The cruise ship story is a bunch of hoopla, unless validated by something other than "Thorax", or whatever that publications name was. Let's get real, they don't even name the cruise line, or ship. meh

But even if that story was true, that data can in no way be extrapolated to the general population - nor should it. Sheesh.

Have you not been watching the news, not seen the devastation in the senior facilities around the world? No kidding these people are already health compromised, their immune systems barely have a spark left to them at their age. What do you reckon happens to folks that are in their 80's/90's, when the covid19 virus lands? That doesn't mean that many of these folks aren't living an otherwise comfortable, satisfying (to them) quality life, prior to that catastrophic event. One day playing shuffleboard, next week dead. You make it sound like it's a chicken/egg scenario - it's not!

I also have underlying health issues, in fact I am in the high risk category. If I get covid and die, will you surmise it was due to my being health compromised? Or gee, let me think, might it have been a covid related death, that outside of the covid virus, I may have continued to live for another 25 yrs?

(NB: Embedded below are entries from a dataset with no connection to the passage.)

import type { CycleRow } from '#shared/api/cycles.ts';

/** A cycle's state in words: "balanced", "open, provisional", "differs". */
export function stateWords(row: Pick<CycleRow, 'state' | 'provisional' | 'estimated'>): string {
  const parts: string[] = [row.state];
  if (row.provisional) parts.push('provisional');
  if (row.estimated) parts.push('estimate');
  return parts.join(', ');
}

Read my previous posts a couple of more times, eventually it might sink in ......
 
Trust me, I will know. So will all of those like me, that work in senior health care facilities. Where I work the residents don't get covid, and not know it. The vast majority of the sick/elderly population die. Dead bodies are easy to count, no getting those stats wrong.
Hello; here we have a difference between our approaches. I try to couch my ideas as being speculation, theories or unsupported to let those reading know my thoughts are subject to revision with new facts or evidence. You claim to "know" while I do not make such claims. I add annectdotal (sp) evidence the same as you do to support my opinions, but try to avoid making absolute claims.

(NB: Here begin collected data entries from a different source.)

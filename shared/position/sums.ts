import { BOOKS, type BookId, type Entry } from '../books/book.ts';
import { stated, usdInput, usdListInput } from '../books/inputs.ts';
import { sayCount, sayMoney } from '../ledger/say.ts';
import { type Cents, cents, sumCents } from '../units/cents.ts';
import type { FigureBasis } from '../working.ts';
import { counts } from './books-sum.ts';
import type { Figure, Position } from './position.ts';

/** What a book is called where its sum is explained. */
export const BOOK_LABELS: Record<BookId, string> = {
  billAvoided: 'Electricity bill avoided',
  incentive: 'Production incentive',
  insurance: 'Mortgage insurance avoided',
  credit: 'Tax credit received',
  loan: 'Loan payments',
  upkeep: 'Upkeep',
  costs: 'Costs and other income',
};

/** The sum of each book, and of the books. */
type Sums = Record<BookId | 'cashSoFar', Figure>;
export type SumsByBook = Record<keyof Position['sums'], Sums>;

/** Sums by book over the last cycle, the last twelve and all, each listing its entries; under `cashSoFar` the sum of the books. */
export function sumsByBook(entries: readonly Entry[], cycleTos: readonly string[]): SumsByBook {
  const lastTo = cycleTos.at(-1);
  const last12 = new Set<string>(cycleTos.slice(-12));
  const counted = entries.filter(counts);
  return {
    lastCycle: sumsOf(counted.filter((entry) => entry.cycle === lastTo)),
    last12: sumsOf(counted.filter((entry) => last12.has(entry.cycle))),
    all: sumsOf(counted),
  };
}

function sumsOf(entries: readonly Entry[]): Sums {
  const sumOf = (book: BookId) =>
    sumOfEntries(
      BOOK_LABELS[book],
      entries.filter((entry) => entry.book === book),
    );
  const books: Record<BookId, Figure> = {
    billAvoided: sumOf('billAvoided'),
    incentive: sumOf('incentive'),
    insurance: sumOf('insurance'),
    credit: sumOf('credit'),
    loan: sumOf('loan'),
    upkeep: sumOf('upkeep'),
    costs: sumOf('costs'),
  };
  const named = BOOKS.map((book) => ({ name: book, label: BOOK_LABELS[book], figure: books[book] }));
  return { ...books, cashSoFar: addFigures('The books added', named) };
}

/** The sum of a book's entries, listed. */
export function sumOfEntries(label: string, entries: readonly Entry[]): Figure {
  const amounts = entries.map((entry) => entry.amountCents);
  const first = entries[0];
  const span = first ? `, ${first.date} to ${entries.at(-1)?.date}` : '';
  return {
    amountCents: sumCents(amounts),
    working: {
      words: `${sayCount(entries.length, 'entry', 'entries')} added`,
      formula: 'sum(entries)',
      inputs: [
        usdListInput(
          'entries',
          `${label}: ${sayCount(entries.length, 'entry', 'entries')}${span}`,
          amounts,
          stated(label),
        ),
      ],
      unit: 'USD',
      basis: basisOf(entries),
    },
  };
}

function basisOf(entries: readonly Entry[]): FigureBasis {
  return entries.some((entry) => entry.estimated) ? 'estimated' : 'computed';
}

export type NamedFigure = { name: string; label: string; figure: Figure };

/** A figure that is the sum of others, by their names. Estimated when one of them is. */
export function addFigures(words: string, parts: readonly NamedFigure[]): Figure {
  return {
    amountCents: sumCents(parts.map((part) => part.figure.amountCents)),
    working: {
      words,
      formula: parts.map((part) => part.name).join(' + '),
      inputs: parts.map((part) => usdInput(part.name, part.label, part.figure.amountCents, stated(part.label))),
      unit: 'USD',
      basis: parts.some((part) => part.figure.working.basis === 'estimated') ? 'estimated' : 'computed',
    },
  };
}

/** The mean of some amounts, rounded to the cent. */
export function meanFigure(label: string, amounts: readonly Cents[]): Figure {
  const total = sumCents(amounts);
  const count = Math.max(1, amounts.length);
  return {
    amountCents: roundedMean(total, count),
    working: {
      words: `${sayMoney(total)} over ${sayCount(count, 'cycle', 'cycles')}`,
      formula: 'roundCents(sum(amounts) / count)',
      inputs: [
        usdListInput('amounts', label, amounts, stated(label)),
        { name: 'count', label: 'Cycles', value: String(count), unit: 'cycles', source: stated('Cycles') },
      ],
      unit: 'USD',
      basis: 'computed',
    },
  };
}

/** Half away from zero, by whole numbers. */
export function roundedMean(total: Cents, count: number): Cents {
  const size = Math.abs(total);
  const rounded = Math.floor((2 * size + count) / (2 * count));
  return cents(total < 0 ? -rounded : rounded);
}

I do not fully understand what this latest evidence of 80% infected not having symptoms may mean but , if true, it must imply some things. I make guesses and do speculate. I do not know for sure. If true up to 80% of covid19 infected may not show symptoms then that must be considered. Right off hand I cannot think of a mechanism where such a result would only exist in isolated populations. That being the virus is asymptomatic in 35%, 50% or even 80% in only some populations, but not in the general population. Even if the final number is not 80% there is ample evidence of a significant percentage from other sources. Even the CDC has acknowledged up to 35%.

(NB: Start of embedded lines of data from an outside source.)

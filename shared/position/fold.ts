import type { CycleKey, Entry } from '../books/book.ts';
import type { PaymentsOfTheDay } from '../books/loan.ts';
import { creditEarnedBy } from '../books/tax-credit.ts';
import type { CreditFacts, LoanFacts } from '../facts/finance.ts';
import { cents } from '../units/cents.ts';
import type { Day } from '../units/day.ts';
import { asByBook, type BookSums, counts, noSums, totalOf } from './books-sum.ts';
import { owedOn } from './loans.ts';
import type { Figure, PositionPoint } from './position.ts';

/** A closed cycle as the position sees it; `utilityBank` is what the utility holds for the house after it. */
export type PositionCycle = { from: Day; to: Day; provisional: boolean; utilityBank: Figure };

export type FoldInput = {
  /** Placed entries of every book through today. */
  entries: readonly Entry[];
  /** In order of their dates. */
  cycles: readonly PositionCycle[];
  today: Day;
  /** Every loan that paid for the roof. */
  loans: readonly LoanFacts[];
  credit: CreditFacts | null;
};

/**
 * The position before the first cycle, at the close of each, and since the last up to today. A point at `to` stands at the start of that day: what is
 * dated on it belongs to the next cycle, for cash and for the loan alike. `loanPayoffCents` is negative, so that settled today is the sum of
 * cash so far and the four parts. Without a cycle there is one point, `before`, up to today.
 */
export function foldPosition(input: FoldInput): PositionPoint[] {
  const { cycles, today } = input;
  const byCycle = entriesByCycle(input.entries);
  const running = { cash: 0, earned: 0, received: 0, credit: 0 };
  const points: PositionPoint[] = [];

  function close(cycle: CycleKey, on: Day, payments: PaymentsOfTheDay, bank: number, provisional: boolean): void {
    const books = noSums();
    for (const entry of byCycle.get(cycle) ?? []) addEntry(entry, books, running);
    const added = totalOf(books);
    running.cash += added;
    const loanPayoff = -owedOn(input.loans, on, payments).payoffCents;
    const credit = input.credit ? creditEarnedBy(input.credit, on) - running.credit : 0;
    const owed = running.earned - running.received;
    points.push({
      cycle,
      on,
      books: asByBook(books),
      addedCents: cents(added),
      cashSoFarCents: cents(running.cash),
      loanPayoffCents: cents(loanPayoff),
      creditStillToComeCents: cents(credit),
      incentiveOwedCents: cents(owed),
      utilityBankCents: cents(bank),
      settledTodayCents: cents(running.cash + loanPayoff + credit + owed + bank),
      provisional,
    });
  }

  const first = cycles[0];
  const last = cycles.at(-1);
  if (first === undefined || last === undefined) {
    close('before', today, 'through', 0, false);
    return points;
  }
  close('before', first.from, 'before', 0, false);
  for (const { to, utilityBank, provisional } of cycles) {
    close(to, to, 'before', utilityBank.amountCents, provisional);
  }
  const isLater = today > last.to;
  close('since', isLater ? today : last.to, 'through', last.utilityBank.amountCents, last.provisional);
  return points;
}

function addEntry(entry: Entry, books: BookSums, running: { earned: number; received: number; credit: number }): void {
  if (entry.book === 'incentive' && entry.kind === 'earned') running.earned += entry.amountCents;
  if (!counts(entry)) return;
  books[entry.book] += entry.amountCents;
  if (entry.book === 'incentive') running.received += entry.amountCents;
  if (entry.book === 'credit') running.credit += entry.amountCents;
}

function entriesByCycle(entries: readonly Entry[]): Map<CycleKey, Entry[]> {
  const groups = new Map<CycleKey, Entry[]>();
  for (const entry of entries) {
    const group = groups.get(entry.cycle);
    if (group) group.push(entry);
    else groups.set(entry.cycle, [entry]);
  }
  return groups;
}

Read my previous posts a couple of more times, eventually it might sink in ......
Hello; Here I fear you have crossed into a more personal sort of insult. While I know how to respond in kind I will not.
 
Relax guys, this isn't worth anyone getting into a spat.
 
Unlike you Dr. Jeff, I am not speculating, or basing my opinion on the latest news flash in the pan, because it may suit my own personal theory. I am basing my opinion on real world data, something that myself and my co-workers track, and have tracked, for many years. The fact is, I do know. The numbers don't lie, nor do they align with your theory - in fact, quite the opposite.
 
Unlike you Dr. Jeff, I am not speculating, or basing my opinion on the latest news flash in the pan, because it may suit my own personal theory. I am basing my opinion on real world data, something that myself and my co-workers track, and have tracked, for many years. The fact is, I do know. The numbers don't lie, nor do they align with your theory - in fact, quite the opposite.
Hello; We disagree. I feel I can make a case for my theory. This discussion in the thread included more than just us two. You have an opinion as do I. As I explained earlier I am not a Dr., only a former biology teacher. I will decline again to call you a name in response to the Dr. Jeff bit.